Characterizing instability mitigation and preheat effects in gradient inner shells for double shell designs

While double shell designs offer many advantages for inertial confinement fusion (ICF) implosions, they are susceptible to hydrodynamic instabilities at their interfaces. We employ the Eulerian radiation-hydrodynamics code xRAGE to explore alternative inner shell density profiles – using gradients comprised of beryllium and tungsten – and to specifically characterize their stability and impact on performance.
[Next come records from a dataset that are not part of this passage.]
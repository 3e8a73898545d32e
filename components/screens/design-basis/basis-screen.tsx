import { zodResolver } from '@hookform/resolvers/zod';
import { useEffect, useMemo, useState } from 'react';
import { Controller, useFieldArray, useForm, useWatch, type FieldPath } from 'react-hook-form';
import { StyleSheet, View } from 'react-native';

import { isApiError } from '@/components/data/api-error';
import { useBoardQuery, usePutDesignBasisMutation, useReviewLiveUpdates } from '@/components/data/board';
import { unitOf, type QuantityKind } from '@/components/screens/candidate/quantities';
import { BackLink } from '@/components/ui/back-link';
import { Button } from '@/components/ui/button';
import { Card } from '@/components/ui/card';
import { CautionLine } from '@/components/ui/caution-line';
import { Choice, Field, FormError } from '@/components/ui/field';
import { formatNumber, type UnitSystem } from '@/components/ui/format';
import { messageFor } from '@/components/ui/message-for';
import { Screen } from '@/components/ui/screen';
import { ErrorState, LoadingState } from '@/components/ui/states';
import { Heading, Text } from '@/components/ui/text';
import { space } from '@/components/ui/tokens';
import { useUnitSystem } from '@/components/ui/unit-system';
import type { Board } from '@/server/contracts/board';
import { roleAllows } from '@/server/contracts/roles';

import { basisFormSchema, fluidExplained, toBasisForm, weightShares, type BasisFormValues } from './basis-model';

/** The Design basis of a review: Lead and Owner edit, everyone reads. */
export function BasisScreen({ reviewId }: { reviewId: string }) {
  const board = useBoardQuery(reviewId);
  useReviewLiveUpdates(reviewId);
  const back = (
    <BackLink
      href={`/reviews/${encodeURIComponent(reviewId)}`}
      to="Board"
      label="Back to the board"
      testID="back-to-board"
    />
  );
  if (board.error)
    return (
      <Screen title="Design basis" testID="basis-screen">
        {back}
        <ErrorState error={board.error} onRetry={() => void board.refetch()} />
      </Screen>
    );
  if (!board.data)
    return (
      <Screen title="Design basis" testID="basis-screen">
        <LoadingState label="Loading the design basis…" />
      </Screen>
    );
  return (
    <Screen
      title="Design basis"
      eyebrow={`Review · ${board.data.review.name}`}
      testID="basis-screen"
      footer={<CautionLine />}
    >
      {back}
      <BasisForm reviewId={reviewId} board={board.data} />
    </Screen>
  );
}

function BasisForm({ reviewId, board }: { reviewId: string; board: Board }) {
  const { system } = useUnitSystem();
  const canEdit = roleAllows(board.myRole, { basis: ['update'] });
  const put = usePutDesignBasisMutation(reviewId);
  const schema = useMemo(() => basisFormSchema(system), [system]);
  const saved = useMemo(() => toBasisForm(board.designBasis, system), [board.designBasis, system]);
  const { control, handleSubmit, setError, reset, formState, getValues } = useForm<BasisFormValues, unknown, unknown>({
    resolver: zodResolver(schema) as never,
    mode: 'onChange',
    defaultValues: saved,
  });
  const criteria = useFieldArray({ control, name: 'criteria' });
  const values = useWatch({ control }) as BasisFormValues;
  const [done, setDone] = useState<string | null>(null);
  const [formError, setFormError] = useState<string | null>(null);

  // Someone else's save arrives through the cache: a clean form takes it.
  useEffect(() => {
    if (!formState.isDirty) reset(saved);
  }, [saved, reset, formState.isDirty]);

  const submit = handleSubmit(async (input) => {
    setDone(null);
    setFormError(null);
    try {
      const answer = await put.mutateAsync(input as never);
      const n = answer.candidates.length;
      setDone(`Saved. ${n} ${n === 1 ? 'candidate' : 'candidates'} recomputed.`);
      reset(toBasisForm(answer.designBasis, system));
    } catch (error) {
      const names = isApiError(error) ? [...Object.keys(error.fieldErrors), ...(error.field ? [error.field] : [])] : [];
      const known = names.filter((n) => getValues(n as FieldPath<BasisFormValues>) !== undefined);
      for (const n of known)
        setError(n as FieldPath<BasisFormValues>, {
          type: 'server',
          message: (isApiError(error) && error.fieldError(n)) || messageFor(error),
        });
      if (known.length === 0) setFormError(messageFor(error));
    }
  });
  const submitOnce = () => {
    if (!formState.isSubmitting) void submit();
  };

  const text = (name: FieldPath<BasisFormValues>, label: string, kind: QuantityKind | 'MW', hint?: string) => (
    <Controller
      key={name}
      control={control}
      name={name}
      render={({ field, fieldState }) => {
        const unit = kind === 'MW' ? 'MW' : unitOf(kind, system);
        return (
          <Field
            ref={field.ref}
            label={unit === '–' ? label : `${label} (${unit})`}
            value={(field.value as string) ?? ''}
            onChangeText={field.onChange}
            onBlur={field.onBlur}
            error={fieldState.error?.message}
            hint={hint}
            editable={canEdit}
            inputMode="decimal"
            onSubmitEditing={submitOnce}
            testID={`basis-${name.replace(/\./g, '-')}`}
          />
        );
      }}
    />
  );
  const shares = weightShares((values.criteria ?? []).map((c) => c?.weight ?? ''));

  return (
    <View style={styles.gap2}>
      {!canEdit ? (
        <Text size="small" tone="soft" testID="basis-read-only">
          Read only: the Lead and the Owner set the design basis.
        </Text>
      ) : null}
      <Card style={styles.gap2}>
        <Heading level={2}>Site</Heading>
        {text('ambient.temperatureK', 'Ambient temperature', 'temperature', ratingHint(system))}
        <Controller
          control={control}
          name="siteBy"
          render={({ field }) => (
            <Choice
              label="Site given by"
              options={[
                { value: 'elevation', label: 'Elevation' },
                { value: 'pressure', label: 'Pressure' },
              ]}
              value={field.value}
              onChange={canEdit ? field.onChange : () => {}}
              testID="basis-site-by"
            />
          )}
        />
        {values.siteBy === 'pressure'
          ? text('ambient.pressureKPa', 'Ambient pressure', 'pressure')
          : text('ambient.elevationM', 'Elevation', 'elevation', 'Pressure from the standard atmosphere (ISA).')}
        {text('ambient.relativeHumidity', 'Relative humidity', 'percent')}
      </Card>
      <Card style={styles.gap2}>
        <Heading level={2}>Fuel and power</Heading>
        {text(
          'fuel.hydrogenVolumeFraction',
          'Hydrogen in the methane–hydrogen blend (by volume)',
          'percent',
          '0 % is natural gas taken as methane.',
        )}
        {text('fuel.temperatureK', 'Fuel temperature', 'temperature')}
        {text('netPowerKW', 'Required net power', 'MW')}
        {text(
          'generatorEfficiency',
          'Generator efficiency',
          'fraction',
          'Common practice: 0.98–0.99; a warning below 0.95.',
        )}
        <Controller
          control={control}
          name="fluid"
          render={({ field }) => (
            <View style={styles.gap1}>
              <Choice
                label="Property model"
                options={Object.entries(fluidExplained).map(([value, f]) => ({
                  value: value as BasisFormValues['fluid'],
                  label: f.label,
                }))}
                value={field.value}
                onChange={canEdit ? field.onChange : () => {}}
                testID="basis-fluid"
              />
              {Object.values(fluidExplained).map((f) => (
                <Text key={f.label} size="small" tone="soft">
                  {f.label}: {f.line}
                </Text>
              ))}
            </View>
          )}
        />
      </Card>
      <Card style={styles.gap2}>
        <Heading level={2}>Limits</Heading>
        {text(
          'limits.maxTurbineInletTemperatureK',
          'Highest turbine inlet temperature',
          'temperature',
          'Blank: no limit. A candidate above it carries a warning.',
        )}
        {text('limits.exhaustTemperatureMinK', 'Lowest exhaust temperature', 'temperature', 'Blank: no lower end.')}
        {text('limits.exhaustTemperatureMaxK', 'Highest exhaust temperature', 'temperature', 'Blank: no upper end.')}
      </Card>
      <Card style={styles.gap2} testID="basis-criteria">
        <Heading level={2}>Evaluation criteria</Heading>
        {criteria.fields.map((c, i) => (
          <View key={c.id} style={styles.criterion} testID={`criterion-${i}`}>
            <View style={styles.criterionName}>{text(`criteria.${i}.name`, 'Criterion', 'ratio')}</View>
            <View style={styles.criterionWeight}>{text(`criteria.${i}.weight`, 'Weight', 'ratio')}</View>
            <Text size="small" mono style={styles.share} testID={`criterion-${i}-share`}>
              {formatNumber(shares[i] ?? 0, 3)} %
            </Text>
            {canEdit ? (
              <Button
                label="Remove"
                accessibilityLabel={`Remove criterion ${i + 1}`}
                variant="quiet"
                small
                onPress={() => criteria.remove(i)}
                testID={`criterion-${i}-remove`}
              />
            ) : null}
          </View>
        ))}
        <FormError
          message={formState.errors.criteria?.message ?? formState.errors.criteria?.root?.message}
          testID="criteria-error"
        />
        {canEdit ? (
          <Button
            label="Add a criterion"
            variant="secondary"
            onPress={() => criteria.append({ name: '', weight: '1', measure: null })}
            testID="criterion-add"
          />
        ) : null}
      </Card>
      <FormError message={formError} testID="basis-error" />
      {done ? (
        <Text tone="good" role="status" testID="basis-saved">
          {done}
        </Text>
      ) : null}
      {canEdit ? (
        <View style={styles.actions}>
          <Button
            label="Discard"
            variant="quiet"
            disabled={!formState.isDirty}
            onPress={() => reset(saved)}
            testID="basis-discard"
          />
          <Button
            label="Save the design basis"
            busy={formState.isSubmitting}
            onPress={submitOnce}
            testID="basis-save"
          />
        </View>
      ) : null}
    </View>
  );
}

function ratingHint(system: UnitSystem) {
  return system === 'si'
    ? 'ISO rating conditions: 288.15 K (15 °C), 101.325 kPa, 60 % RH.'
    : 'ISO rating conditions: 59 °F, 14.7 psia, 60 % RH.';
}

const styles = StyleSheet.create({
  gap1: { gap: space[1] },
  gap2: { gap: space[2] },
  criterion: { flexDirection: 'row', flexWrap: 'wrap', alignItems: 'flex-end', gap: space[1] },
  criterionName: { flexGrow: 2, flexBasis: 180 },
  criterionWeight: { flexGrow: 1, flexBasis: 80 },
  share: { minWidth: 64, paddingBottom: space[1] + 4 },
  actions: { flexDirection: 'row', justifyContent: 'flex-end', gap: space[1] },
});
First, we examine the preheat expansion of the different inner shells using a drive that has been constrained by measured preheat; we measure the density gradient length scale seen prior to shell collision as a function of initial profile, as this will impact stability. We next perform a mode study to determine the sensitivity of different density gradients to each mode and to quantify feedthrough to the fuel-inner shell boundary. This motivates exploring alternative shell dimensions to exploit improved stability of the implosion, and a preliminary study is presented. Certain engineering features – such as the joint in the outer hemispherical shells – also can imprint onto the inner shell, and we measure the impact of this on the various inner shell profiles. Finally, a complementary graded layer campaign at OMEGA is discussed, and future directions – including observable metrics – are given.



*This work conducted under the auspices of the U.S. DOE by LANL under contract 89233218CNA000001.